I'm not going to withhold a patch that has been reviewed and that passes all tests.

If you'd like to propose a new standard for patches, that says they must pass review, and all tests, and personal approval by Alexey Proskuryakov, and all tests that could possibly have been written even though they can't be specifically described and they may not relate to any specified or necessary behavior, please send email to webkit-dev and we can consider that policy change as a team.
Comment 12 Alexey Proskuryakov 2020-06-22 10:17:42 PDT
There is no new standard here. Your patch broke tests, you don't know why the change is OK, so you just changed the tests until they passed.
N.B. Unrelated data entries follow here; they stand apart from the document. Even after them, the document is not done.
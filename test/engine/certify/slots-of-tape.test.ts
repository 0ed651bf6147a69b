import { describe, expect, it } from 'vitest';
import { createTape } from '../../../src/engine/compile/tape.ts';
import { gradient } from '../../../src/engine/compile/differentiate.ts';
import { slotsOfTape } from '../../../src/engine/certify/slots-of-tape.ts';

// The slot form must compute exactly what the tape computes: these checks pin its structure (a specification of
// the translation, no outside source needed).
describe('slot code of a tape', () => {
  it('puts leaves in point slots, signs on references, squares as sqr and the point operand first', () => {
    const tape = createTape({ exactFolding: true });
    const x = tape.unknown(0), c = tape.constant(2.5, 0), p = tape.parameter(0);
    const f = tape.sub(tape.mul(x, x), tape.mul(x, tape.mul(c, p))); // x² − x·(2.5·p)
    const code = slotsOfTape(tape.instructions, [f], gradient(tape, f, 1, 0).dx);
    expect(code.constants.map((k) => k.re)).toContain(2.5);
    expect(code.parameters).toHaveLength(1);
    expect(code.forward.filter((i) => i.op === 'sqr')).toHaveLength(1);
    const mulOfPoints = code.forward.find((i) => i.op === 'mul' && code.isPoint[i.a] && code.isPoint[i.b]);
    expect(mulOfPoints).toBeDefined();
    const mixed = code.forward.find((i) => i.op === 'mul' && !(code.isPoint[i.a] && code.isPoint[i.b]));
    expect(mixed && mixed.op === 'mul' && !code.isPoint[mixed.a]).toBe(true); // the 2.5·p slot is not a point slot
    expect(code.values[0]).not.toBeNull();
    expect(code.jacobian).toHaveLength(1);
    expect(code.realConstants).toBe(true);
  });

  it('emits nothing for a negation and folds products by ±1', () => {
    const tape = createTape({ exactFolding: true });
    const x = tape.unknown(0), y = tape.unknown(1);
    const f = tape.neg(tape.mul(x, y));
    const code = slotsOfTape(tape.instructions, [f], []);
    expect(code.forward.map((i) => i.op)).toEqual(['load', 'load', 'mul']);
    expect(code.values[0]).toEqual({ slot: code.forward[2]!.out, neg: true });
  });

  it('splits value code (forward) from derivative code (backward) and maps a zero derivative to null', () => {
    const tape = createTape({ exactFolding: true });
    const x = tape.unknown(0), y = tape.unknown(1);
    const f = tape.mul(tape.mul(x, x), tape.constant(0, 1)); // i·x², independent of y
    const g = gradient(tape, f, 2, 0).dx;
    const code = slotsOfTape(tape.instructions, [f], g);
    expect(code.realConstants).toBe(false);
    expect(code.jacobian[1]).toBeNull();
    expect(code.backward.length).toBeGreaterThan(0);
    expect(code.forward.some((i) => i.op === 'load' && i.index === 1)).toBe(false);
    void y;
  });
});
Now you are just escalating to personal attacks instead of civil discussion.
Comment 13 Darin Adler 2020-06-22 12:25:54 PDT
I agree that the test detected a change in behavior.

But I am thinking it did not detect a change in behavior that we should care about. Instead they detected a way to accidentally depend on race conditions. Certainly website developers could make the same kinds of mistakes and there’s a reason to want tests that check these sorts of things. I’m not sure how to write those tests, though, since the code wouldn’t and shouldn’t try to time things consistently.

We could probe this further, but I’m not sure there’s reason to believe this is worthwhile.
Comment 14 Alexey Proskuryakov 2020-06-22 18:38:08 PDT
The test detected the race getting more likely to occur.

My point is that no one checked whether there is a race here in other browsers. And Geoff not finding it in the previously unfamiliar spec is weak evidence that the racy behavior is OK. This is why I was suggesting to have media experts weigh in before it got personal.

If something works 100% in other browsers, and mostly works in shipping Safari, saying that we are free to make it fail more in Safari makes no sense.

As for this being worthwhile to probe further - I think that non-urgent refactoring that makes observed behavior worse is a questionable trade-off.
Comment 15 Geoffrey Garen 2020-06-22 19:34:15 PDT
Not sure what you mean by "personal attacks" and "got personal". I wish you would directly address my reasonable technical and project comments, rather than dismissing them as "personal" and not "civil".